According to a poll conducted by Automotive News, 16 percent of about 330 auto dealerships surveyed said they plan to add additional staff in 2011. The survey also found that import dealers were “slightly more likely” to increased their staffs than those that sell domestic brands. Luxury car dealers were less likely to increase their payrolls than the so-called “volume” dealers surveyed.
CEO Ron Tonkin of Portland, Oregon-based Ron Tonkin Dealerships said he plans to add nearly 100 new employees to staff two new stores.

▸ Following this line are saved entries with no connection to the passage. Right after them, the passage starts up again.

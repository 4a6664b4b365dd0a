import { createPinia, setActivePinia } from 'pinia';
import { describe, expect, it, vi } from 'vitest';
import type { Configuration, Figure } from '../../../shared/schemas/configuration';
import type { JobDto } from '../../../shared/schemas/jobs';
import type { JobEventDto } from '../../../shared/events/log';
import { fieldErrorOf } from '../../../src/stores/form-errors';
import { figureDifferences, useJobsStore } from '../../../src/stores/jobs';
import { buildJob, JOB_ID, json, mockFetchWithStores, UNIT_ID, type FetchArgs } from '../api-fakes';

const SUPERVISOR_ID = '0b9a8c7d-6e5f-4a3b-9c2d-1e0f9a8b7c6d';

function configuration(overrides: Partial<Configuration> = {}): Configuration {
  return {
    craneUnitId: UNIT_ID,
    boomLengthM: 18,
    mainHook: { hookBlockId: 'HB120', parts: 6, lowestHookPositionM: 0 },
    auxiliary: { enabled: false, hookBlockId: null },
    heaviestLoad: { description: 'Roof truss', loadT: 20, riggingT: 0.8, radiusM: 8 },
    ground: { groundType: 'firm clay', allowablePressureKpa: 400, source: { kind: 'ground_investigation', reference: 'GI report X-1', designer: '' } },
    mats: { used: false, lengthM: 5, widthM: 1.2, thicknessM: 0.3, weightKg: 1100 },
    assist: {
      assistCraneId: null,
      chartId: null,
      lifts: [],
      pads: { kind: 'outrigger', loadT: null, lengthM: null, widthM: null, weightKg: 0 },
      tandem: { alongFromTipM: null, sideM: null, releaseAngleDeg: null, hookBlockT: 0, slingsT: 0, shacklesT: 0, deductionsT: 0 },
    },
    siteHazards: { powerLines: [], buriedServices: '', neighbours: '', loadAndTagLineAllowanceM: 3, swayAllowanceM: 2 },
    fallZoneMarginM: 5,
    chartCautionPercent: 75,
    weatherFreshMinutes: 15,
    ...overrides,
  };
}

function figure(overrides: Partial<Figure>): Figure {
  return { key: 'rope.leadLinePull', group: 'rope', label: 'Lead-line pull', value: '47.4 kN of 130 kN permissible', status: 'pass', overridable: false, rule: 'a rule', ...overrides };
}

function job(overrides: Partial<JobDto> = {}): JobDto {
  return buildJob({ crew: [{ userId: SUPERVISOR_ID, name: 'Maren Holt', role: 'supervisor' }], ...overrides });
}


describe('jobs store', () => {
  const fetchMock = mockFetchWithStores();

  it('keeps every field error of a save the server refused, and keeps the saved job as it was', async () => {
    const jobs = useJobsStore();
    fetchMock.mockResolvedValueOnce(json(200, { job: job() }));
    await jobs.loadJob(JOB_ID);

    fetchMock.mockResolvedValueOnce(
      json(400, {
        error: {
          code: 'validation',
          message: 'The configuration has invalid fields.',
          fields: [
            { path: 'heaviestLoad.radiusM', message: 'Too small: expected number to be >0' },
            { path: 'assist.assistCraneId', message: 'No such assist crane' },
          ],
        },
      }),
    );
    const saved = await jobs.saveConfiguration(JOB_ID, configuration(), []);

    expect(saved).toBeNull();
    const [url, init] = fetchMock.mock.calls[1];
    expect(url).toBe(`/api/jobs/${JOB_ID}/configuration`);
    expect(init?.method).toBe('PUT');
    expect(jobs.forms.configuration.problem).toBe('The configuration has invalid fields.');
    expect(jobs.errorOf('configuration', 'heaviestLoad.radiusM')).toBe('Too small: expected number to be >0');
    expect(jobs.errorOf('configuration', 'assist.assistCraneId')).toBe('No such assist crane');
    // A section heading finds the errors of the fields under it.
    expect(jobs.errorOf('configuration', 'heaviestLoad')).toBe('Too small: expected number to be >0');
    expect(jobs.errorOf('configuration', 'ground.allowablePressureKpa')).toBe('');
    expect(jobs.forms.configuration.saving).toBe(false);
    expect(jobs.details[JOB_ID].configuration).toBeNull();
    // Other forms on the same page are untouched.
    expect(jobs.forms.crew.fieldErrors).toEqual({});
  });

  it('refuses an incomplete configuration on the device, naming the empty field, without asking the server', async () => {
    const jobs = useJobsStore();
    const saved = await jobs.saveConfiguration(JOB_ID, configuration({ heaviestLoad: { description: 'Roof truss', loadT: Number.NaN, riggingT: 0.8, radiusM: 8 } }), []);
    expect(saved).toBeNull();
    expect(fetchMock).not.toHaveBeenCalled();
    expect(jobs.errorOf('configuration', 'heaviestLoad.loadT')).toBe('Enter a number');
    expect(jobs.forms.configuration.problem).toContain('Some fields need fixing');
  });

  it("replaces this device's figures by the server's after a save, and says which ones differed", async () => {
    const jobs = useJobsStore();
    const local = [figure({}), figure({ key: 'boom.makeup', group: 'boom', label: 'Boom make-up', value: '18 m: base, ins3, tip', status: 'pass' })];
    // The server found the make-up no longer buildable (a part quarantined since the page loaded).
    const server = [figure({}), figure({ key: 'boom.makeup', group: 'boom', label: 'Boom make-up', value: 'Not buildable from the parts at hand', status: 'fail' })];
    fetchMock.mockResolvedValueOnce(json(200, { job: job({ configuration: configuration(), figures: server, updatedAt: '2026-10-01T08:00:00.000Z' }) }));
    fetchMock.mockResolvedValue(json(200, { ready: false, reasons: [{ code: 'figure_not_overridable', message: 'Boom make-up fails and can never be overridden.' }] }));

    const saved = await jobs.saveConfiguration(JOB_ID, configuration(), local);

    expect(saved?.figures).toEqual(server);
    expect(jobs.details[JOB_ID].figures).toEqual(server);
    expect(jobs.serverChecks[JOB_ID].differences).toEqual([
      { key: 'boom.makeup', label: 'Boom make-up', local: '18 m: base, ins3, tip (pass)', server: 'Not buildable from the parts at hand (fail)' },
    ]);
    // Readiness follows the save.
    await vi.waitFor(() => expect(jobs.readiness[JOB_ID]?.ready).toBe(false));
    expect(fetchMock.mock.calls.some(([u]) => u === `/api/jobs/${JOB_ID}/readiness`)).toBe(true);
  });

  it('reports no difference when the server agrees, whatever the order of its figures', () => {
    const a = figure({});
    const b = figure({ key: 'wind.assembly', group: 'wind', label: 'Wind limit for assembly', value: 'gust ≤ 14 m/s', status: 'info' });
    expect(figureDifferences([a, b], [b, a])).toEqual([]);
    expect(figureDifferences([a], [a, b])).toEqual([{ key: 'wind.assembly', label: 'Wind limit for assembly', local: null, server: 'gust ≤ 14 m/s (info)' }]);
  });

  it('loads the readiness reasons as the server words them', async () => {
    const jobs = useJobsStore();
    const reasons = [
      { code: 'crew_operator', message: 'The crew has no operator. Add at least one.' },
      { code: 'figure_failing', message: 'Lead-line pull fails (140 kN). Change the configuration, or override it with a reason and a second person’s approval.' },
    ];
    fetchMock.mockResolvedValueOnce(json(200, { ready: false, reasons }));
    await jobs.loadReadiness(JOB_ID);
    expect(fetchMock.mock.calls[0][0]).toBe(`/api/jobs/${JOB_ID}/readiness`);
    expect(jobs.readiness[JOB_ID]).toEqual({ ready: false, reasons });

    fetchMock.mockResolvedValueOnce(json(500, { error: { code: 'internal', message: 'Something went wrong on the server.' } }));
    await jobs.loadReadiness(JOB_ID);
    expect(jobs.problemOf(`readiness:${JOB_ID}`)).toBe('Something went wrong on the server.');
    // The last known reasons stay on screen beside the problem.
    expect(jobs.readiness[JOB_ID].reasons).toHaveLength(2);
  });

  it('keeps crew errors on the row the server named', async () => {
    const jobs = useJobsStore();
    fetchMock.mockResolvedValueOnce(
      json(400, { error: { code: 'validation', message: 'Some crew assignments are not possible.', fields: [{ path: 'members.1.role', message: 'Ola Brandt is not qualified as operator' }] } }),
    );
    const result = await jobs.setCrew(JOB_ID, [
      { userId: SUPERVISOR_ID, role: 'supervisor' },
      { userId: UNIT_ID, role: 'operator' },
    ]);
    expect(result).toBeNull();
    expect(jobs.errorOf('crew', 'members.1')).toBe('Ola Brandt is not qualified as operator');
    expect(jobs.errorOf('crew', 'members.0')).toBe('');
  });

  it('treats a refused people list as "cannot choose", not as a failure', async () => {
    const jobs = useJobsStore();
    fetchMock.mockResolvedValueOnce(json(403, { error: { code: 'forbidden', message: 'You may not do that.' } }));
    await jobs.loadCandidates();
    expect(jobs.candidatesRefused).toBe(true);
    expect(jobs.problemOf('candidates')).toBe('');
  });

  it('asks only for the events after the last one it holds', async () => {
    const jobs = useJobsStore();
    const event = (seq: number): JobEventDto => ({
      jobId: JOB_ID,
      seq,
      type: 'job.updated',
      at: '2026-10-01T07:00:00.000Z',
      by: { userId: SUPERVISOR_ID, name: 'Maren Holt', role: 'supervisor' },
      data: { changes: { site: 'Pad 3' }, planRegenerated: false },
    });
    fetchMock.mockResolvedValueOnce(json(200, { items: [event(1), event(2)], lastSeq: 2 }));
    await jobs.loadEvents(JOB_ID);
    fetchMock.mockResolvedValueOnce(json(200, { items: [event(3)], lastSeq: 3 }));
    await jobs.loadEvents(JOB_ID);
    expect(fetchMock.mock.calls.map(([u]) => u)).toEqual([`/api/jobs/${JOB_ID}/events?after=0`, `/api/jobs/${JOB_ID}/events?after=2`]);
    expect(jobs.events[JOB_ID].map((e) => e.seq)).toEqual([1, 2, 3]);
  });

  it('finds the message of a field inside a list', () => {
    expect(fieldErrorOf({ 'siteHazards.powerLines.0.voltageKv': 'Enter a number' }, 'siteHazards.powerLines')).toBe('Enter a number');
  });
});

describe('field messages', () => {
  it("keeps a schema's own words and replaces zod's generic ones", async () => {
    setActivePinia(createPinia());
    const fetchMock = vi.fn<(...args: FetchArgs) => Promise<Response>>();
    vi.stubGlobal('fetch', fetchMock);
    const jobs = useJobsStore();
    expect(await jobs.requestOverride(JOB_ID, 'ground.raising', 'Short')).toBeNull();
    expect(jobs.errorOf('override', 'reason')).toBe('Give the reason in a sentence');
    expect(await jobs.saveConfiguration(JOB_ID, configuration({ fallZoneMarginM: -1 }), [])).toBeNull();
    expect(jobs.errorOf('configuration', 'fallZoneMarginM')).toBe('Enter 0 or more');
    expect(fetchMock).not.toHaveBeenCalled();
    vi.unstubAllGlobals();
  });
});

Gillman Companies president Stacy Tillman Wimbish said her Houston-based group of 11 import-brand and 3 domestic-brand dealers was forced to lay off 15 percent of its workforce in late 2008. With projected sales increases of 10 percent in 2011, the company plans to add salespeople, technicians and service advisors to meet the anticipated demand.
Louisville, Kentucky-based Sam Swope Honda World began adding new personnel in early 2010. General Manager John Hill said his dealership has seen year-to-year increases of 29 percent for new car sales and 15 percent for used vehicle sales. And Hill said, “Fixed operations had the best year ever.”
Despite the positive trend, however, many auto dealers remain cautious about adding new personnel.
Norwood, Massachusetts-based Boch Automotive exemplifies the cautious optimism expressed by some dealers. Despite already having reduced its workforce by 25 percent, the company’s vice president of operations Michael Shafman said it is “very careful” about increasing its payroll.
Habberstand Auto Group vice president Jeremy Alicandri said his Huntington Station, New York company has adopted new methods that allow it to operate with a smaller work force. “Since the downturn,” said Alicandri, “a tremendous amount of technology and software has emerged that has allowed us to improve our operations.”